We know in fact that the girl's love for her lion, King, is a sublimation of her amorous passion for her father, described by Kessel on several occasions as wearing the same tawny "fleece" as the lion (Kessel insists on his

"broad, almost animal face under the fleece of red hair"

, p. 994), giving her daughter the same caresses as this one with the lion, who, moreover, passes, in the legends peddled in the savannah, for the real father of Patricia.

The novel also sets itself the objective of analyzing the characters who, when they no longer roam the great outdoors and are locked in an enclosed space, tear each other apart.

It is a question, writes Kessel, of bringing to light

"the truth of the beings gathered under this roof: falsely asleep, dangerous, unhealthy waters"

(p. 1056).

To read also:

“Itinerary at dusk”: in the footsteps of Joseph Kessel

If we think about it, we see in the director of the Park, who is a converted poacher, like an entirely pagan guardian - the lion, unlike savage beauty, embodies heresy in the Christian tradition (in the Psalms ) or the devil (in Saint Augustine) - of places shaped

“in the last days of creation”

.

Bullit is a Hercules capable of wrestling with the lion King, like his model with that of Nemea;

Patricia speaks to animals like Orpheus the magician of mythology;

Sybil, her mother, is indeed a real sibyl, able to read the future

"with the keenest intelligence and the finest sensitivity"

, but no one believes her (

"They think that I am blind ..."

).

However, all of them have a vague idea, without succeeding in defining it, the final drama and, by dint of wanting to avoid it, facilitate its inexorable fulfillment.

Never, in this novel, he gives in to the traps of psychologizing introspection which he hated and designated as his own "people intellectualized to the extreme" which formed according to him "a dogmatic trap".

As in classic tragedy, fear, terror and pity seize the reader as they inhabit the parents of the heroine and the narrator.

So in this magnificent page, close to the denouement, where we see Kessel successively using all the words that define tragic theater according to Aristotle: cruelty, anger, terror, pity, sorrow, tenderness and, finally, fault (p. 1099) :

"Curtain after curtain, the earth opened its theater for the games of the day and of the world"

.

And Sybil, who has the thankless role of the prophetess, sees alone, in tremors characteristic of a Pythian trance, the terrible end, which allows her to affirm:

"It is not the fault of anyone"

, as in the

Oedipus

of Sophocles, where no one is guilty.

Only Patricia is spared because she ignores

"the meaning of death"

and for this reason remains

"without pity or fear"

until she understands that the destiny she had "

brought about, called, prepared by instinct stubborn and subtle ”

was in the process of being fulfilled (p. 1121): the double loss of the father and the lion.

The father kills the lion, sacrifices his double and by this act renounces the love of his daughter.

The sublime end of the novel reveals the power of Kessel's writing.

While the narrator opened in the opening page of the novel a new world thanks to a little monkey which lifts his eyelids (magnificent incipit reminiscent of that of

The Human Condition

:

"Did he pull on my eyelids to see what they were hiding? ”

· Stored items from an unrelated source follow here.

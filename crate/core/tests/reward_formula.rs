//! Property tests of the reward formula language (tier 4): the compiled
//! evaluator against a plain recursive Rust reference on random expression
//! trees; pretty-printing then re-parsing gives the same tree; and any input
//! text gives a value or an error, never a panic, with nesting depth and
//! length bounded. Random cases come from the project's own seeded stream,
//! so every run checks the same cases.

use std::collections::BTreeMap;

#[path = "common/formula_ref.rs"]
mod formula_ref;
use formula_ref::{reference, same, spec, Env, GAMMA, K};

use critbox_core::reward::parse::{parse, BinOp, Expr, ExprKind, UnOp, MAX_FORMULA_BYTES};
use critbox_core::reward::print::pretty;
use critbox_core::reward::{check_report, Mode, RewardConfig, Shaper, StepInput};
use critbox_core::rng::Stream;
use critbox_core::task::{Action, TaskSpec};

const NAMES: [&str; 13] =
    ["row", "col", "action", "base", "terminal", "t", "gamma", "pi", "k", "north", "east", "south", "west"];
const OPS: [BinOp; 13] = [
    BinOp::Add,
    BinOp::Sub,
    BinOp::Mul,
    BinOp::Div,
    BinOp::Pow,
    BinOp::Lt,
    BinOp::Le,
    BinOp::Gt,
    BinOp::Ge,
    BinOp::Eq,
    BinOp::Ne,
    BinOp::And,
    BinOp::Or,
];
const FUNCS: [(&str, usize); 12] = [
    ("abs", 1),
    ("sqrt", 1),
    ("exp", 1),
    ("log", 1),
    ("sin", 1),
    ("cos", 1),
    ("tanh", 1),
    ("min", 0),
    ("max", 0),
    ("clamp", 3),
    ("mod", 2),
    ("wrap", 3),
];

fn random_number(rng: &mut Stream) -> f64 {
    match rng.below(6) {
        0 => rng.below(10) as f64,
        1 => 0.5,
        2 => rng.uniform() * 10.0,
        3 => 1e-7 * (1 + rng.below(9)) as f64,
        4 => 1e20,
        _ => (rng.uniform() * 1e6).round() / 1e3,
    }
}

fn random_expr(rng: &mut Stream, depth: u32) -> Expr {
    let leaf = depth == 0 || rng.below(4) == 0;
    let kind = if leaf {
        match rng.below(3) {
            0 => ExprKind::Num(random_number(rng)),
            1 => ExprKind::Name(NAMES[rng.below(NAMES.len())].into()),
            _ => ExprKind::Next(["row", "col"][rng.below(2)].into()),
        }
    } else {
        match rng.below(10) {
            0 => ExprKind::Unary(UnOp::Neg, Box::new(random_expr(rng, depth - 1))),
            1 => ExprKind::Unary(UnOp::Not, Box::new(random_expr(rng, depth - 1))),
            2 => {
                let (name, arity) = FUNCS[rng.below(FUNCS.len())];
                let n = if arity == 0 { 2 + rng.below(3) } else { arity };
                ExprKind::Call(name.into(), (0..n).map(|_| random_expr(rng, depth - 1)).collect())
            }
            3 => ExprKind::If(
                Box::new(random_expr(rng, depth - 1)),
                Box::new(random_expr(rng, depth - 1)),
                Box::new(random_expr(rng, depth - 1)),
            ),
            _ => ExprKind::Binary(
                OPS[rng.below(OPS.len())],
                Box::new(random_expr(rng, depth - 1)),
                Box::new(random_expr(rng, depth - 1)),
            ),
        }
    };
    Expr::new(kind)
}

fn reward(mode: Mode, text: &str) -> RewardConfig {
    RewardConfig { mode, formula: text.into(), constants: BTreeMap::from([("k".to_string(), K)]) }
}

#[test]
fn compiled_formulas_agree_with_the_reference_and_print_back_to_the_same_tree() {
    let spec = spec();
    let mut rng = Stream::from_seed(99);
    let mut checked = 0;
    let mut finite = 0;
    for case in 0..3000 {
        let tree = random_expr(&mut rng, 1 + (case % 6) as u32);
        let text = pretty(&tree);
        if text.len() > MAX_FORMULA_BYTES {
            continue;
        }
        let back = parse(&text).unwrap_or_else(|e| panic!("case {case}: {text:?} does not parse: {e}"));
        assert_eq!(back, tree, "case {case}: {text}");
        assert_eq!(pretty(&back), text, "case {case}: printing is stable");
        let mut shaper = Shaper::new(&reward(Mode::Replace, &text), &spec, GAMMA)
            .unwrap_or_else(|e| panic!("case {case}: {text}: {e:?}"));
        for _ in 0..4 {
            let env = Env::random(&mut rng);
            let got = env.reward_of(&mut shaper);
            let want = reference(&tree, &env);
            assert!(same(got, want), "case {case}: {text}\n compiled {got} reference {want}");
            checked += 1;
            finite += usize::from(want.is_finite());
        }
    }
    // The cases are not all degenerate.
    assert!(checked > 10_000 && finite > checked / 2, "{checked} checked, {finite} finite");
}

#[test]
fn bonus_and_potential_modes_agree_with_their_definitions() {
    // Potential-based shaping F = γΦ(s') − Φ(s), Φ = 0 at terminal states
    // (Ng, Harada & Russell 1999); bonus = base + formula.
    let spec = spec();
    let mut rng = Stream::from_seed(5);
    for case in 0..500 {
        let mut tree = random_expr(&mut rng, 4);
        // A potential reads the current state only: replace other inputs.
        fn state_only(e: &mut Expr) {
            match &mut e.kind {
                ExprKind::Name(n) if !["row", "col", "gamma", "pi", "k", "north"].contains(&n.as_str()) => {
                    *n = "row".into()
                }
                ExprKind::Next(n) => e.kind = ExprKind::Name(n.clone()),
                ExprKind::Unary(_, a) => state_only(a),
                ExprKind::Binary(_, a, b) => {
                    state_only(a);
                    state_only(b)
                }
                ExprKind::Call(_, args) => args.iter_mut().for_each(state_only),
                ExprKind::If(c, a, b) => {
                    state_only(c);
                    state_only(a);
                    state_only(b)
                }
                _ => {}
            }
        }
        state_only(&mut tree);
        let text = pretty(&tree);
        let env = Env::random(&mut rng);
        let step = StepInput {
            obs: &[env.row, env.col],
            action: Action::Index(env.action),
            next: &[env.row2, env.col2],
            base: env.base,
            terminal: env.terminal,
            t: env.t,
        };
        let phi_s = reference(&tree, &env);
        let next_env = Env { row: env.row2, col: env.col2, ..env };
        let phi_next = if env.terminal { 0.0 } else { reference(&tree, &next_env) };
        let mut p = Shaper::new(&reward(Mode::Potential, &text), &spec, GAMMA).unwrap();
        let want = env.base + GAMMA * phi_next - phi_s;
        assert!(same(p.reward(&step), want), "case {case}: {text}");
        let mut bonus = Shaper::new(&reward(Mode::Bonus, &text), &spec, GAMMA).unwrap();
        assert!(same(bonus.reward(&step), env.base + phi_s), "case {case}: {text}");
    }
}

/// Checks one arbitrary text: the live check and the compiler return a
/// value or errors with sane spans; nothing panics.
fn check_any(text: &str, spec: &TaskSpec, rng: &mut Stream) -> bool {
    let report = check_report(text, spec, &reward(Mode::Bonus, ""));
    let utf16 = text.encode_utf16().count() as u64;
    for e in report["errors"].as_array().unwrap() {
        let (s, t) = (e["start"].as_u64().unwrap(), e["end"].as_u64().unwrap());
        assert!(s <= t && t <= utf16, "{text:?}: span {s}..{t} of {utf16}");
        assert!(!e["message"].as_str().unwrap().is_empty());
    }
    let ok = report["ok"] == true;
    match Shaper::new(&reward(Mode::Bonus, text), spec, GAMMA) {
        Ok(mut sh) => {
            assert!(ok, "{text:?}: the shaper compiled what the check refused");
            let env = Env::random(rng);
            env.reward_of(&mut sh);
        }
        Err(p) => assert!(!ok && !p.is_empty(), "{text:?}"),
    }
    ok
}

#[test]
fn any_text_gives_a_value_or_an_error() {
    // Fuzz-style property (no source): token soup, random characters, and
    // mutations of valid formulas.
    let spec = spec();
    let mut rng = Stream::from_seed(123);
    let pieces = [
        "row", "col'", "x", "(", ")", "(", ")", ",", "+", "-", "*", "/", "^", "<", "<=", "==", "!=", ">",
        "and", "or", "not", "if", "then", "else", "abs(", "min(", "clamp(", "1", "2.5", "1e3", ".", "e", "'",
        "=", "&", "θ", " ", " ", "\t", "\n", "max", "sqrt(", "t", "base", "k", "north", "1e400", "_", "9x",
    ];
    let mut valid = 0;
    for case in 0..20_000 {
        let text: String = match case % 3 {
            0 => (0..rng.below(25)).map(|_| pieces[rng.below(pieces.len())]).collect::<Vec<_>>().join(""),
            1 => (0..rng.below(40)).map(|_| char::from_u32(rng.below(0x250) as u32).unwrap_or('?')).collect(),
            _ => {
                let mut t: Vec<char> = pretty(&random_expr(&mut rng, 4)).chars().collect();
                for _ in 0..1 + rng.below(3) {
                    let i = rng.below(t.len() + 1);
                    match rng.below(3) {
                        0 if i < t.len() => {
                            t.remove(i);
                        }
                        1 => t.insert(i, pieces[rng.below(pieces.len())].chars().next().unwrap_or(' ')),
                        _ if i < t.len() => t[i] = ['(', ')', '\'', '1', ' ', 'a'][rng.below(6)],
                        _ => {}
                    }
                }
                t.into_iter().collect()
            }
        };
        valid += usize::from(check_any(&text, &spec, &mut rng));
    }
    assert!(valid > 500, "only {valid} of the random texts were valid formulas");
}

#[test]
fn nesting_and_length_are_bounded() {
    // Deeply nested or very long input fails with a message instead of
    // exhausting the stack (limits documented in reward::parse).
    let spec = spec();
    let mut rng = Stream::from_seed(1);
    let cases = [
        "(".repeat(4000),
        "(".repeat(2000) + "1" + &")".repeat(2000),
        "-".repeat(4000) + "1",
        "not ".repeat(1000) + "1",
        "abs(".repeat(1000) + "1" + &")".repeat(1000),
        "1^".repeat(2000) + "1",
        "if 1 then ".repeat(400) + "1",
        "1+".repeat(1000) + "1",
        "x".repeat(5000),
    ];
    for text in &cases {
        assert!(!check_any(text, &spec, &mut rng), "{:.40}… should be refused", text);
    }
    let report = check_report(&cases[0], &spec, &reward(Mode::Bonus, ""));
    assert!(report["errors"][0]["message"].as_str().unwrap().contains("deeper than 64"), "{report}");
    // Within the limits, nesting works.
    let ok = "(".repeat(60) + "row" + &")".repeat(60);
    assert!(check_any(&ok, &spec, &mut rng));
    let wide = "min(".to_string() + &"1,".repeat(1500) + "row)";
    assert!(check_any(&wide, &spec, &mut rng));
}

#[test]
fn live_check_reports_positions_names_and_canonical_text() {
    let spec = spec();
    let r = check_report("if colm > 3 then  k else 0", &spec, &reward(Mode::Bonus, ""));
    assert_eq!(r["ok"], false);
    assert_eq!(r["errors"][0]["start"], 3);
    assert_eq!(r["errors"][0]["end"], 7);
    assert_eq!(r["errors"][0]["hint"], "did you mean col?");
    let r = check_report("if col' > 3 then  k else 0", &spec, &reward(Mode::Bonus, ""));
    assert_eq!(r["ok"], true);
    assert_eq!(r["pretty"], "if col' > 3 then k else 0");
    assert_eq!(r["uses"]["next"], true);
    assert_eq!(r["uses"]["state"], false);
    let names: Vec<&str> =
        r["names"].as_array().unwrap().iter().map(|n| n["name"].as_str().unwrap()).collect();
    assert!(
        names.starts_with(&["row", "col", "action", "base", "terminal", "t", "gamma", "pi"]),
        "{names:?}"
    );
    assert!(names.contains(&"k") && names.contains(&"west"));
    // A potential lists only what it may read.
    let r = check_report("row", &spec, &reward(Mode::Potential, ""));
    let names: Vec<&str> =
        r["names"].as_array().unwrap().iter().map(|n| n["name"].as_str().unwrap()).collect();
    assert!(!names.contains(&"base") && !names.contains(&"action") && names.contains(&"row"), "{names:?}");
    // Positions count UTF-16 units, as JavaScript does.
    let r = check_report("θθ + rw", &spec, &reward(Mode::Bonus, ""));
    assert_eq!((r["errors"][0]["start"].as_u64(), r["errors"][0]["end"].as_u64()), (Some(0), Some(1)));
}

), death for the lion is described as

“ a kind of vitrified veil (which) was beginning to cover (its) eyes ”

.

In front of the lion's corpse the heroine experiences fear for the first time and realizes that at least indirectly she is the cause of the death of her fantasized father, the lion:

“I was sworn,” says a character, that 'she has a lion as her father

,' thus satisfying an unavowable desire.

Kessel had written with

Le Tour du malheur

, very unjustly badly received by the critics a few years earlier, an epic of true magnitude, around a main character.

With

The Lion,

he organizes a drama with a fatal outcome around a handful of protagonists.

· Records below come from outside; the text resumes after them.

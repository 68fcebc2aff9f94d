//! Every preset in `web/presets` keeps the promise its `expect` field makes.
//!
//! A preset's `expect` is a list of checkable claims about its own run:
//! `{"higher": B, "than": A}` (B's mean of the scored measure is above A's
//! and the comparison's Holm-adjusted Welch p is below 0.05), `{"variant":
//! V, "reaches": x}` (V's mean scored final value is at least x) and, for
//! the pendulum, `{"variant": V, "holds_upright": k}` (at least k of the
//! seeds' learned policies hold the pendulum upright, below). Each test runs
//! the preset as the CLI does (`experiment::run_all`) and checks every claim.
//!
//! Upright criterion, after Doya (2000), Neural Computation 12(1), §5
//! (from memory): an evaluation episode holds the pendulum when |θ| < π/4
//! for at least half of the steps of its second half; a seed holds it when
//! every one of its final evaluation rollouts does.

use critbox_core::experiment::{inspect, parse, run_all, Plan};
use serde_json::Value;

fn preset_text(name: &str) -> String {
    let path = format!("{}/../../web/presets/{name}", env!("CARGO_MANIFEST_DIR"));
    std::fs::read_to_string(&path).unwrap_or_else(|e| panic!("{path}: {e}"))
}

/// Fraction of the second half of an episode's steps with |θ| < π/4.
fn upright_share(steps: &[inspect::RolloutStep]) -> f64 {
    let half = &steps[steps.len() / 2..];
    let up = half.iter().filter(|s| s.obs[0].abs() < std::f64::consts::FRAC_PI_4).count();
    up as f64 / half.len().max(1) as f64
}

/// How many seeds of `variant` hold the pendulum upright in every one of
/// `episodes` rollouts of the learned policy after the whole budget.
fn upright_seeds(plan: &Plan, variant: usize, episodes: u64) -> usize {
    let max = plan.spec.max_steps;
    (0..plan.config.seeds as usize)
        .filter(|&seed| {
            let mut job = inspect::train(plan, variant, seed, plan.config.steps).unwrap();
            (0..episodes).all(|e| {
                let mut task = plan.make_task();
                let r = inspect::rollout(job.learner_mut(), task.as_mut(), max, 9000 + e, true);
                let share = upright_share(&r.steps);
                r.steps.len() as u32 == max && share >= 0.5
            })
        })
        .count()
}

/// Checks every claim of a preset's `expect` against a run of `text`.
fn check(name: &str, text: &str) {
    let plan = parse(text).unwrap_or_else(|e| panic!("{name}: {e}"));
    let raw: Value = serde_json::from_str(text).unwrap();
    let claims = raw["expect"]["claims"].as_array().unwrap_or_else(|| panic!("{name}: no expect.claims"));
    assert!(!claims.is_empty(), "{name}: expect.claims is empty");
    let s = run_all(&plan).summary();
    let idx = |label: &Value| {
        s["variants"]
            .as_array()
            .unwrap()
            .iter()
            .position(|v| &v["label"] == label)
            .unwrap_or_else(|| panic!("{name}: no variant {label}"))
    };
    let mean = |v: usize| {
        let key = if s["score_on"] == "evaluation" { "eval_return" } else { "final_return" };
        s["variants"][v][key]["mean"].as_f64().unwrap()
    };
    for c in claims {
        if let Some(b) = c.get("higher") {
            let a = &c["than"];
            let cmp = s["comparisons"]
                .as_array()
                .unwrap()
                .iter()
                .find(|x| (&x["a"] == a && &x["b"] == b) || (&x["a"] == b && &x["b"] == a))
                .unwrap_or_else(|| panic!("{name}: no comparison of {a} and {b}"));
            let p = cmp["welch"]["p_holm"].as_f64().unwrap();
            assert!(
                mean(idx(b)) > mean(idx(a)) && p < 0.05,
                "{name}: {b} > {a} with Holm p < 0.05 fails: {} vs {}, p_holm {p}",
                mean(idx(b)),
                mean(idx(a))
            );
        } else if let Some(x) = c.get("reaches") {
            let v = idx(&c["variant"]);
            let x = x.as_f64().unwrap();
            assert!(mean(v) >= x, "{name}: {} reaches {x} fails: mean {}", c["variant"], mean(v));
        } else if let Some(k) = c.get("holds_upright") {
            let v = idx(&c["variant"]);
            let got = upright_seeds(&plan, v, 5);
            assert!(
                got as u64 >= k.as_u64().unwrap(),
                "{name}: {} holds upright on {got} seeds",
                c["variant"]
            );
        } else {
            panic!("{name}: unknown claim {c}");
        }
    }
}

macro_rules! preset_tests {
    ($($name:ident => $file:literal,)*) => {
        $(
            #[test]
            fn $name() {
                check($file, &preset_text($file));
            }
        )*

        #[test]
        fn every_preset_has_a_test_and_an_expect() {
            let listed = [$($file),*];
            let dir = format!("{}/../../web/presets", env!("CARGO_MANIFEST_DIR"));
            for e in std::fs::read_dir(&dir).unwrap() {
                let name = e.unwrap().file_name().into_string().unwrap();
                if name.ends_with(".json") && name != "index.json" {
                    assert!(listed.contains(&name.as_str()), "{name} has no test here");
                    let v: Value = serde_json::from_str(&preset_text(&name)).unwrap();
                    assert!(v["expect"]["text"].as_str().is_some_and(|t| !t.is_empty()), "{name}: no expect.text");
                }
            }
        }
    };
}

// Every preset at its full size: the whole set runs in about a minute with
// the test profile's optimisation, so no shortened twins are needed.
preset_tests! {
    cartpole_a2c_tiles => "cartpole-a2c-tiles.json",
    cartpole_dense_reward => "cartpole-dense-reward.json",
    cartpole_nstep_gae => "cartpole-nstep-gae.json",
    corridor_baselines => "corridor-baselines.json",
    corridor_tuned_baselines => "corridor-tuned-baselines.json",
    dpg_lqr => "dpg-lqr.json",
    greenhouse_night_heater => "greenhouse-night-heater.json",
    machine_wear_table => "machine-wear-table.json",
    mountain_car_energy => "mountain-car-energy.json",
    offpolicy_random_behaviour => "offpolicy-random-behaviour.json",
    pendulum_dac => "pendulum-dac.json",
    rover_a2c_vs_qac => "rover-a2c-vs-qac.json",
    rover_loop_bonus => "rover-loop-bonus.json",
    rover_off_policy => "rover-off-policy.json",
    rover_potential_twin => "rover-potential-twin.json",
    rover_tuned_a2c_vs_qac => "rover-tuned-a2c-vs-qac.json",
    server_average_reward => "server-average-reward.json",
}

/// The summary's diagnostic warnings of a config.
fn warnings_of(config: &str) -> Vec<String> {
    let plan = parse(config).unwrap();
    let s = run_all(&plan).summary();
    s["warnings"].as_array().unwrap().iter().map(|w| w.as_str().unwrap().to_string()).collect()
}

// The three diagnostic warnings (thresholds: common practice, no source), each
// on a config made to trigger it, and none on healthy presets.

#[test]
fn a_huge_actor_step_collapses_the_entropy_and_is_warned() {
    let w = warnings_of(
        r#"{"schema":1,"task":{"kind":"grid","layout":"rover"},"base":{"family":"a2c","actor_step":10,"features":{"kind":"tabular"}},
            "variants":[{"label":"huge actor step"}],"seeds":3,"steps":20000,"master_seed":1}"#,
    );
    assert!(
        w.len() == 1
            && w[0].starts_with("huge actor step: policy entropy fell to ")
            && w[0].contains("% of its first-bin value"),
        "{w:?}"
    );
}

#[test]
fn uniform_behaviour_over_21_torques_starves_the_effective_sample_and_is_warned() {
    // A near-deterministic target against a uniform behaviour over 21 actions:
    // ρ is 21 on the one action it takes and 0 elsewhere, so the ESS fraction
    // tends to 1/21 (Kish's formula).
    let w = warnings_of(
        r#"{"schema":1,"task":{"kind":"pendulum","torque_levels":21,"max_steps":200},
            "base":{"family":"off_policy","actor_step":0.5,"features":{"kind":"rbf","centers":5,"width":1}},
            "variants":[{"label":"uniform over 21 torques"}],"seeds":3,"steps":20000,"master_seed":1}"#,
    );
    let ess: Vec<_> =
        w.iter().filter(|x| x.contains("effective sample size fraction stayed under 0.1")).collect();
    assert_eq!(ess.len(), 1, "{w:?}");
    assert!(ess[0].starts_with("uniform over 21 torques: ") && ess[0].contains("(mean 0.0"), "{w:?}");
}

#[test]
fn a_critic_step_past_two_diverges_and_the_norm_growth_is_warned() {
    // Tabular TD(0) with a step above 2 overshoots by |1 − α| > 1 per update
    // (Sutton & Barto 2018, §9.3 on step sizes; from memory): slow geometric growth.
    let w = warnings_of(
        r#"{"schema":1,"task":{"kind":"grid","layout":"rover"},"base":{"family":"a2c","critic_step":2.01,"actor_step":0.001,"features":{"kind":"tabular"}},
            "variants":[{"label":"critic step 2.01"}],"seeds":3,"steps":20000,"master_seed":1}"#,
    );
    assert!(
        w.iter()
            .any(|x| x.starts_with("critic step 2.01: the critic update norm's mean over the final share")),
        "{w:?}"
    );
}

#[test]
fn healthy_presets_raise_no_diagnostic_warning() {
    for name in ["rover-a2c-vs-qac.json", "rover-off-policy.json", "cartpole-a2c-tiles.json"] {
        let w = warnings_of(&preset_text(name));
        assert!(w.is_empty(), "{name}: {w:?}");
    }
}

And then, in this novel, he never gives in to the traps of psychologizing introspection which he hated and designated as his own

"people intellectualized to the extreme"

which formed, according to him,

"a dogmatic, exclusive camp"

.

The supposed innocence of the early days of the world is only an illusion.

Murder and sacrifice offer a drop in the curtain bathed in blood.